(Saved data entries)
Content starts

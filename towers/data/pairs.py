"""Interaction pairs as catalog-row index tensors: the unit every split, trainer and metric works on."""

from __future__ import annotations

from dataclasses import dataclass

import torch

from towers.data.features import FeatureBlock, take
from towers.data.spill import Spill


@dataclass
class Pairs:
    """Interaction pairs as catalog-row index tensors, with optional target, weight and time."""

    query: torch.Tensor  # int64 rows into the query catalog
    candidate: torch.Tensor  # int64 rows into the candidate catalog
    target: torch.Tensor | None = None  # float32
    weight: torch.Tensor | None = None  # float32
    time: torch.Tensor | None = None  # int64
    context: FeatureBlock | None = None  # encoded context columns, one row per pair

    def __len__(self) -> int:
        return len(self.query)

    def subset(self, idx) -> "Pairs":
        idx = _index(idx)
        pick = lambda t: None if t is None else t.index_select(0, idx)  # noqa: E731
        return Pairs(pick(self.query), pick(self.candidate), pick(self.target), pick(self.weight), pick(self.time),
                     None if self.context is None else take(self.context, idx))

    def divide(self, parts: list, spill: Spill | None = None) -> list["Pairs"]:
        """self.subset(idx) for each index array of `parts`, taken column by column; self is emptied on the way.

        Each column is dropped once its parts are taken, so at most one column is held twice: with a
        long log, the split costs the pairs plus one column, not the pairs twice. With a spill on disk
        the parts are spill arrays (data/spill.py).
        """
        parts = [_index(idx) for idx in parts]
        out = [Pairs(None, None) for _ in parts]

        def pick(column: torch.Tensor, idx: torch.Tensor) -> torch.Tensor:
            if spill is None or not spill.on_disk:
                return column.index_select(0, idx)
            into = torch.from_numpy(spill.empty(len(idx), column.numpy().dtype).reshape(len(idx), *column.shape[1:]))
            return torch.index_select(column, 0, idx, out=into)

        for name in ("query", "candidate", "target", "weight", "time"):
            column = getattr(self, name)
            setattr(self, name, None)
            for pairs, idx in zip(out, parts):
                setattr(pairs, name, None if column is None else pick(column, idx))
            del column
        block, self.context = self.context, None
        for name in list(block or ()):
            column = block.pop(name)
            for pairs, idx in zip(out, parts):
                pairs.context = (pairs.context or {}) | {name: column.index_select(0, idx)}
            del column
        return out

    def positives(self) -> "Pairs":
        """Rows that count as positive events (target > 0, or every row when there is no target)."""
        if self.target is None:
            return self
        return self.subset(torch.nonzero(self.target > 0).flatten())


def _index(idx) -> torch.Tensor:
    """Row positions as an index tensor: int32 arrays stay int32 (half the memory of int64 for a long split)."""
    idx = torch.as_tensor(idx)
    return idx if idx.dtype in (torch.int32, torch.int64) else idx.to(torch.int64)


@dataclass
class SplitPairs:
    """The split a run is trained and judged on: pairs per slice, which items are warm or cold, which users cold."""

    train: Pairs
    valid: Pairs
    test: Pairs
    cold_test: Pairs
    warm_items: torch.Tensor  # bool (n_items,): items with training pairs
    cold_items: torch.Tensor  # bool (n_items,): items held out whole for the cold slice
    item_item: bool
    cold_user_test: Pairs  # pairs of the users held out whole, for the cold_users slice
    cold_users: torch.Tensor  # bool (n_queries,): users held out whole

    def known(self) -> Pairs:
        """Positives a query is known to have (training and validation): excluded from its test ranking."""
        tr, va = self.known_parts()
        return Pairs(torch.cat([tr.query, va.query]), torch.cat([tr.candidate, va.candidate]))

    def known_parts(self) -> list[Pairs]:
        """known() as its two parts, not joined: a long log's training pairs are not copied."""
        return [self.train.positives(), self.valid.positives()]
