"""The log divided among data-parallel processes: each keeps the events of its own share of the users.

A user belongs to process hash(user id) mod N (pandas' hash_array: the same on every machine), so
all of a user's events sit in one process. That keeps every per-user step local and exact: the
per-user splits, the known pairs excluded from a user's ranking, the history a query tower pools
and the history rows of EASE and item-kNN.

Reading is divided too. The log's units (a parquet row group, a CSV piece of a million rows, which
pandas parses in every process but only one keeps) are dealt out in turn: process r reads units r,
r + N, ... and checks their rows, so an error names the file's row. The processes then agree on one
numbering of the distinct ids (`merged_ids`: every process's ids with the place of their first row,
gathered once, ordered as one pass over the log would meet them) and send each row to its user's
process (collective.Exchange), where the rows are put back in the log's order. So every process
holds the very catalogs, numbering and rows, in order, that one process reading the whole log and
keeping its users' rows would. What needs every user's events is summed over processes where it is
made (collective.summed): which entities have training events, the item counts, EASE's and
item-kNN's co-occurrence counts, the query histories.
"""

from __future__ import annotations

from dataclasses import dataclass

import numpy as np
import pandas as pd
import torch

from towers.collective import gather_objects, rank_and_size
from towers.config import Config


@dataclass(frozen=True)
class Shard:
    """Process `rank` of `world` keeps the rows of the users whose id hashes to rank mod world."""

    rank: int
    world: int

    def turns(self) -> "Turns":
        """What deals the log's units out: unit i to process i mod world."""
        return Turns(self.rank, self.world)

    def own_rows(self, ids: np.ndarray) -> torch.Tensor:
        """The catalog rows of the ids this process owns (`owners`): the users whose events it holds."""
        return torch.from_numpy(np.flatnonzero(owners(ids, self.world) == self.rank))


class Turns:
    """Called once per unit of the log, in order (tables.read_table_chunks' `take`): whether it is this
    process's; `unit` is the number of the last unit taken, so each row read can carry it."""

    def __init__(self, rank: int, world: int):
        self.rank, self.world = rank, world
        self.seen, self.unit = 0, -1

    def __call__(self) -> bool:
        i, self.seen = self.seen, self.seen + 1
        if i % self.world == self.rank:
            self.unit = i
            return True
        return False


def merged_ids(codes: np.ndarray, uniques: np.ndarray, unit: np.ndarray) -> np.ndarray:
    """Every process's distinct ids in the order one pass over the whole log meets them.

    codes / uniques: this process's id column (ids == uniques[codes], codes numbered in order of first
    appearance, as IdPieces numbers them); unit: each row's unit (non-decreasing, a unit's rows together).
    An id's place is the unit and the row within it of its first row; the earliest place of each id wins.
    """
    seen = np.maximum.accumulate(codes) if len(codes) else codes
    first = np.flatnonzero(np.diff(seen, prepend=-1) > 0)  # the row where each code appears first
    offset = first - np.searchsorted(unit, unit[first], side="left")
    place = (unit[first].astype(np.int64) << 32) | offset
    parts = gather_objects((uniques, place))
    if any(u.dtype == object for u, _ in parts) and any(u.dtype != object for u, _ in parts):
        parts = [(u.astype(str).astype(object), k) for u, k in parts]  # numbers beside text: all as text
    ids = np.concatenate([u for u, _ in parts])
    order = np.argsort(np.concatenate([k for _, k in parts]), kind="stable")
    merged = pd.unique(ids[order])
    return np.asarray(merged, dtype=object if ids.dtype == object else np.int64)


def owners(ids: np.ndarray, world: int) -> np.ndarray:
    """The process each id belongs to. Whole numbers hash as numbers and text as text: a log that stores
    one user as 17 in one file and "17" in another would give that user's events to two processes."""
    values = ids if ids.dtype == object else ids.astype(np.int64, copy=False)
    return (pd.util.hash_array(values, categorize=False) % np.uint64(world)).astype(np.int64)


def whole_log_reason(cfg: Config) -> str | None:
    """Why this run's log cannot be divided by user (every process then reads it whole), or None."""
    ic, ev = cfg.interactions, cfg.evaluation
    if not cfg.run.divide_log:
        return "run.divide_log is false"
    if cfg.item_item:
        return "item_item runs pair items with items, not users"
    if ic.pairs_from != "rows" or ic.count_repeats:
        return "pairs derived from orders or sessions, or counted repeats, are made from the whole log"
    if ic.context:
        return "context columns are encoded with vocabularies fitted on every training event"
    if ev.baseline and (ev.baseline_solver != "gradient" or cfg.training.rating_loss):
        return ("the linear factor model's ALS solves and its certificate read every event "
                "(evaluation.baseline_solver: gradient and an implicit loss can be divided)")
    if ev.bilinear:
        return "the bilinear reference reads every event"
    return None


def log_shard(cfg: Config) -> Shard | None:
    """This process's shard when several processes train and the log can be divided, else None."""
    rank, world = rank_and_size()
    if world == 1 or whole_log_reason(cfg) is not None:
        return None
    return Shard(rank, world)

Content ends
Content starts

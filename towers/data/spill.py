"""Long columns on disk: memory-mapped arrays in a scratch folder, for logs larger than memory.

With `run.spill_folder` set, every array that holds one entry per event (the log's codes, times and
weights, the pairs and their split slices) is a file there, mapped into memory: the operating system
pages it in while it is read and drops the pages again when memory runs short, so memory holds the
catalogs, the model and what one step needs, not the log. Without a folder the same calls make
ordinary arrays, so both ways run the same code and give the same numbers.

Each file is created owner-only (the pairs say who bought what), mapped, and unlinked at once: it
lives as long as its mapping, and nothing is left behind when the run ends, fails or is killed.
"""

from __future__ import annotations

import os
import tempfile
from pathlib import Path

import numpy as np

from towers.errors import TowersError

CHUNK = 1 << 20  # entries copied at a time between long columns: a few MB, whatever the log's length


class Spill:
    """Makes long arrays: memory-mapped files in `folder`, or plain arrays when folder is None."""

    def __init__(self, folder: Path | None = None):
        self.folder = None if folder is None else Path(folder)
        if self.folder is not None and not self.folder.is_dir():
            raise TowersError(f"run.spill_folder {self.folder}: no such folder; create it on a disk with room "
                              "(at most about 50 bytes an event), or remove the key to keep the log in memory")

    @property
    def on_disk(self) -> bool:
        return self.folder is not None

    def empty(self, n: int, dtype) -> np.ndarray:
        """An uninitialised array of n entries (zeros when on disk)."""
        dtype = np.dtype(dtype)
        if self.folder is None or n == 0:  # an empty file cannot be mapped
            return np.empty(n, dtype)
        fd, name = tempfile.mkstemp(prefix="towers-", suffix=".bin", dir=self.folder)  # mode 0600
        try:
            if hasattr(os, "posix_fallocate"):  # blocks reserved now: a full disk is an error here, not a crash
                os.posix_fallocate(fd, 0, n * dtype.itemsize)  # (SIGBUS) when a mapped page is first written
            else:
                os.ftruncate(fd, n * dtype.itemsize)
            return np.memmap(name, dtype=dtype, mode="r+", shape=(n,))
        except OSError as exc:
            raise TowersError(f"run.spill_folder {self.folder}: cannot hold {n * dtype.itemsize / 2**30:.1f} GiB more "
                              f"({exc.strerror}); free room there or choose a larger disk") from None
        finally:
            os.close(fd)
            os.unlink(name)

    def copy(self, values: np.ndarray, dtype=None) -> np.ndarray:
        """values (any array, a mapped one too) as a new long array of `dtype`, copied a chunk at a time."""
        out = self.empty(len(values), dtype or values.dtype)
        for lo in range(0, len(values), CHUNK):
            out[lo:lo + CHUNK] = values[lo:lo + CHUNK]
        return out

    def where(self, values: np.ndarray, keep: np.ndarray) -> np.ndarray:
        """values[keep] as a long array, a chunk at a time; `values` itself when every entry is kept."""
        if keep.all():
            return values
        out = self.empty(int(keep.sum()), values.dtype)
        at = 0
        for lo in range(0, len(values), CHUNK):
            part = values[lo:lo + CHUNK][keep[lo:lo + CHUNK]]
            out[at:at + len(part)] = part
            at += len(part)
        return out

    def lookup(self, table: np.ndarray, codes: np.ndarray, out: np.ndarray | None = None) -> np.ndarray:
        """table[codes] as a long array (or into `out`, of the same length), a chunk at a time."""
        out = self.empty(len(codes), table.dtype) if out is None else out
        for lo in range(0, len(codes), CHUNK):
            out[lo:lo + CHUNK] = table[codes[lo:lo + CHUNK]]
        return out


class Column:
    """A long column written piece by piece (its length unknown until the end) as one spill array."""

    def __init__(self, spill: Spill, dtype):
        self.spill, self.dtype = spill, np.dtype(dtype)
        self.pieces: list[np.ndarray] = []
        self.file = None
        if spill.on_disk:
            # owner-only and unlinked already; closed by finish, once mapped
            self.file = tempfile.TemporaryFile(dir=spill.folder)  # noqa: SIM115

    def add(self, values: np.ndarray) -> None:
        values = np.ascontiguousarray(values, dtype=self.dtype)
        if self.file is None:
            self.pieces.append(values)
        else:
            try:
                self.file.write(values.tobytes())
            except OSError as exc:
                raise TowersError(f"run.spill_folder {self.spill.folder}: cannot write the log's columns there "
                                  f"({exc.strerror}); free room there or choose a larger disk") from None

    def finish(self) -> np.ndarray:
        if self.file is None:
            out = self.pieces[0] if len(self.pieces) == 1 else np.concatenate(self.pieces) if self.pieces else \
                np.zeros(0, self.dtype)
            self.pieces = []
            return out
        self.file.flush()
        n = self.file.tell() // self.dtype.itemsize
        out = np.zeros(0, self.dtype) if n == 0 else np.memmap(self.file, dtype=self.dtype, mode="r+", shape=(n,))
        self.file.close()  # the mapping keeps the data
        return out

Content ends

Aim of the task
Every line in the entries above that has the word "OSError" should be identified and copied.

Reply
        except OSError as exc:
            except OSError as exc:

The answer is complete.